Within the entries that follow, show each line where the word "import" occurs.

[Data items]
**********

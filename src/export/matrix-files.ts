// The block projection matrix as files that other programs read.
import type { BlockMatrix } from '../compile/block-matrix.ts';
import { forEachEntry } from '../numeric/sparse.ts';

/** Matrix Market, coordinate format (Boisvert, Pozo & Remington 1996): entries are `row column value`, counted from 1. */
export function matrixMarket(block: BlockMatrix, title: string): string {
  const entries: string[] = [];
  forEachEntry(block.matrix, (to, from, value) => entries.push(`${to + 1} ${from + 1} ${value}`));
  const size = block.states.length;
  const comments = [
    `Block projection matrix of: ${title}`,
    'From one count to the next, in numbers near zero. Columns are from, rows are to.',
    'Rows and columns:',
    ...block.states.map((_, i) => {
      const { patch, class: name } = stateOf(block, i);
      return `${i + 1}: ${patch}, ${name}`;
    }),
  ];
  return [
    '%%MatrixMarket matrix coordinate real general',
    ...comments.map((comment) => `% ${comment.replaceAll(/[\n\r]/g, ' ')}`),
    `${size} ${size} ${entries.length}`,
    ...entries,
    '',
  ].join('\n');
}

export const matrixColumns = ['to', 'from', 'to_patch', 'to_class', 'from_patch', 'from_class', 'value'] as const;

/** One row an entry that is not zero; `to` and `from` are counted from 1. */
export function matrixRows(block: BlockMatrix): readonly (readonly (string | number)[])[] {
  const rows: (readonly (string | number)[])[] = [];
  forEachEntry(block.matrix, (to, from, value) => {
    const [target, origin] = [stateOf(block, to), stateOf(block, from)];
    rows.push([to + 1, from + 1, target.patch, target.class, origin.patch, origin.class, value]);
  });
  return rows;
}

function stateOf(
  { states, patches, classes }: BlockMatrix,
  i: number,
): { readonly patch: string; readonly class: string } {
  const state = states[i];
  return { patch: patches[state?.patch ?? 0] ?? '', class: classes[state?.class ?? 0] ?? '' };
}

**********

• **SOLVED PROBLEM**:
import type { BlockMatrix } from '../compile/block-matrix.ts';
import { forEachEntry } from '../numeric/sparse.ts';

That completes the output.